Would you trust that person, or would you trust someone who thinks you can boil most of what the classical economists had said down to deficient aggregate demand, even when Ricardo has explicitly stated that demand deficiency is not a valid explanation for recession, while Keynes had argued that what he was doing was overturning Ricardian economics and bringing demand deficiency into economic theory.

You can disagree with the classical theory of the cycle and why not, millions already do even though they have no idea what it is. But to argue that you have understood classical theory when you don’t agree with a word of it makes me have to ask why you are so sure you have it right? Some of the smartest people who ever lived were classical economists. Are you really going to set John Stuart Mill straight, or W.S. Jevons, or David Ricardo or Alfred Marshall? What will you add to their sum total of insight? That following a downturn business people become more tentative and hang onto their funds for a longer time before committing them to some project? That demand deficiency actually does cause recession? That wasteful public spending will increase employment and generate faster growth?

Does it really make any sense to believe that the Global Financial Crisis was caused by an almost overnight decision of people around the world to stop spending and start saving. What possible insight do you get by saying there was a shift to the left of an aggregate demand curve? Or that what we must now do is shift the AD curve to the right?

The GFC was a classical recession which is described almost down to its last gory details by Walter Bagehot in Lombard Street who had seen many just like it. Money and resources had been poured into the housing construction industry in the US and houses bought by people who could not make their payments. Events flowed on from there, including a financial crisis. Since demand is constituted by value adding supply, the fact that people could not afford what had been supplied, meant that resources had been misdirected. The recession was just a necessary correction with the prior lending practices the eventual disaster in waiting.

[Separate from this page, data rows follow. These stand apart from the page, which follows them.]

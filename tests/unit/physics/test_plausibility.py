"""The equivalent box: a uniform box of sides (a, b, c) and mass m has principal moments
m (b^2 + c^2)/12, m (a^2 + c^2)/12, m (a^2 + b^2)/12 (handbook, rectangular prism), so its
equivalent box is itself; a mass inside an extent e has coordinate variance at most e^2/4
(two equal point masses at the ends reach it: elementary statistics), so the box side is at
most sqrt(3) e."""

from __future__ import annotations

import math

import numpy as np
import pytest

from meshprops.physics.plausibility import (
    HIGH_SLACK,
    LOW_RATIO,
    check_against_known_extent,
    check_plausibility,
    equivalent_box,
)


def box_moments(mass, sides):
    a, b, c = sides
    return mass / 12.0 * np.array([b * b + c * c, a * a + c * c, a * a + b * b])  # handbook


@pytest.mark.parametrize("sides", [(1.0, 2.0, 3.0), (0.02, 0.5, 0.5), (0.3, 0.3, 0.3)])
def test_the_equivalent_box_of_a_uniform_box_is_its_sides(sides):
    mass = 2.5
    # A thin side comes out of I_j + I_k - I_i, a difference of moments ~(0.5/0.02)^2 larger: 1e-12.
    np.testing.assert_allclose(equivalent_box(mass, box_moments(mass, sides)), sides, rtol=1e-12)


def test_a_uniform_box_within_its_own_extent_is_ok():
    sides = np.array([0.3, 0.2, 0.1])
    check = check_plausibility(4.0, box_moments(4.0, sides), sides)
    assert check.status == "ok"
    np.testing.assert_allclose(check.ratio, [1.0, 1.0, 1.0], rtol=1e-14)
    np.testing.assert_allclose(check.equivalent_box, sides, rtol=1e-14)


def test_a_dumbbell_reaches_the_sqrt3_bound_and_passes():
    # Two point masses m/2 at +-e/2 along x: I = m e^2/4 about y and z, 0 about x.
    mass, e = 1.0, 0.4
    moments = [0.0, mass * e * e / 4.0, mass * e * e / 4.0]
    check = check_plausibility(mass, moments, [e, e, e])
    assert check.equivalent_box[0] == pytest.approx(math.sqrt(3.0) * e, rel=1e-14)
    assert check.status == "ok"


def test_more_than_sqrt3_times_the_extent_is_impossible():
    sides = np.array([0.3, 0.2, 0.1])
    moments = box_moments(1.0, sides)
    extent = sides / (math.sqrt(3.0) * (1.0 + 10 * HIGH_SLACK))  # just past the bound on every axis
    check = check_plausibility(1.0, moments, extent)
    assert check.status == "impossible"
    assert "sqrt(3)" in check.message and "principal axis" in check.message
    just_inside = check_plausibility(1.0, moments, sides / math.sqrt(3.0))
    assert just_inside.status == "ok"


def test_mass_concentrated_at_the_centre_is_unusual():
    sides = np.array([0.1, 0.1, 0.1])
    check = check_plausibility(1.0, box_moments(1.0, sides), sides / (0.5 * LOW_RATIO))
    assert check.status == "unusual"


@pytest.mark.parametrize(
    ("moments", "extent"),
    [([1.0, 1.0, 1.0], None), ([0.0, 0.0, 0.0], [1.0, 1.0, 1.0]), ([1.0, 1.0, 1.0], [1.0, 0.0, 1.0])],
    ids=["no-extent", "no-inertia", "flat-extent"],
)
def test_nothing_to_compare_is_not_checked(moments, extent):
    check = check_plausibility(1.0, moments, extent)
    assert check.status == "not_checked" and check.ratio is None


def test_a_placeholder_identity_inertia_is_suspicious_against_the_known_geometry():
    # A 0.2 kg part "inertia = identity" (1 kg m^2) inside a 0.3 m assembly: its box would be ~5.5 m.
    check = check_against_known_extent(0.2, [1.0, 1.0, 1.0], [0.3, 0.3, 0.3])
    assert check.status == "suspicious" and check.extent is None
    np.testing.assert_allclose(check.equivalent_box, [math.sqrt(30.0)] * 3, rtol=1e-14)  # 6 (1 + 1 - 1) / 0.2 = 30
    fits = check_against_known_extent(1.0, box_moments(1.0, [0.2, 0.2, 0.2]), [0.3, 0.3, 0.3])
    assert fits.status == "not_checked"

I will merely state that if you cannot incorporate the classical understanding of Say’s Law into what you write, you will have a problem understanding how classical economists analysed recessions. If you are going to reproduce the classical theory of recession, then you must begin with these words: “Recessions are, of course, never ever caused by too little demand and excessive levels of saving, but in spite of that recessions are a frequent occurrence because . . . .”

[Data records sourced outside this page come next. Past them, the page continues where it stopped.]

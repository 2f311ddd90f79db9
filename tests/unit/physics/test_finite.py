"""The finiteness guard names the first non-finite number of a result and refuses it."""

from __future__ import annotations

import math
from dataclasses import dataclass

import numpy as np
import pytest

from meshprops.errors import MeshpropsError, NonFiniteResultError
from meshprops.physics.finite import first_non_finite, require_finite


@dataclass(frozen=True, slots=True, eq=False)
class _Result:
    mass: float
    inertia: np.ndarray
    extra: dict


def test_finite_results_pass():
    result = _Result(1.0, np.eye(3), {"spin": [1.0, 2.0], "faces": 12, "name": "x", "flag": True, "none": None})
    assert first_non_finite(result) is None
    require_finite(result)


def test_the_first_non_finite_number_is_named():
    # 1e20 m cube at 1e250 kg/m^3: mass 1e310 kg overflows float64 (largest ~1.8e308; IEEE 754, common practice).
    mass = (1e20) ** 3 * 1e250
    assert math.isinf(mass)
    assert first_non_finite(_Result(mass, np.eye(3), {})) == "mass"
    inertia = np.eye(3)
    inertia[1, 2] = np.nan
    assert first_non_finite(_Result(1.0, inertia, {})) == "inertia[1][2]"
    assert first_non_finite(_Result(1.0, np.eye(3), {"spin": {"energy": [0.0, math.inf]}})) == "extra.spin.energy[1]"


def test_require_finite_raises_one_clear_error():
    with pytest.raises(NonFiniteResultError) as caught:
        require_finite({"kinetic_energy": math.inf}, what="spin", source="rover.stl")
    error = caught.value
    assert isinstance(error, MeshpropsError) and isinstance(error, OverflowError)
    assert error.quantity == "kinetic_energy" and error.exit_code == 2
    text = str(error)
    assert text.startswith("rover.stl: spin overflow double precision (kinetic_energy is not finite)")
    assert "\n" not in text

Let’s go to the policy level as well. Your explanation of recession must also help you to complete a sentence that begins with these words: “Even though the most evident signs of recession are warehouses filled with unsold goods and extremely high levels of unemployment, we cannot get out of recession by increasing public spending because . . . .”

Although we are mostly academics on this thread, this is not some academic exercise. There is an awful lot riding on this. The Japanese had their lost decade (times two) following their stimulus in the early 1990s. We are ourselves already half way into our own lost decade and there is nothing to suggest it might not go another half decade, or even stop then.

If you want to understand how I think about recessions and what needs to be done, you can read my text, or you can read Henry Clay. The one advantage you get from reading mine is that I have actually experienced Keynesian economic theory and have been taught this classical fallacy as the best economic theory we have today. I have seen the enemy, and it is us.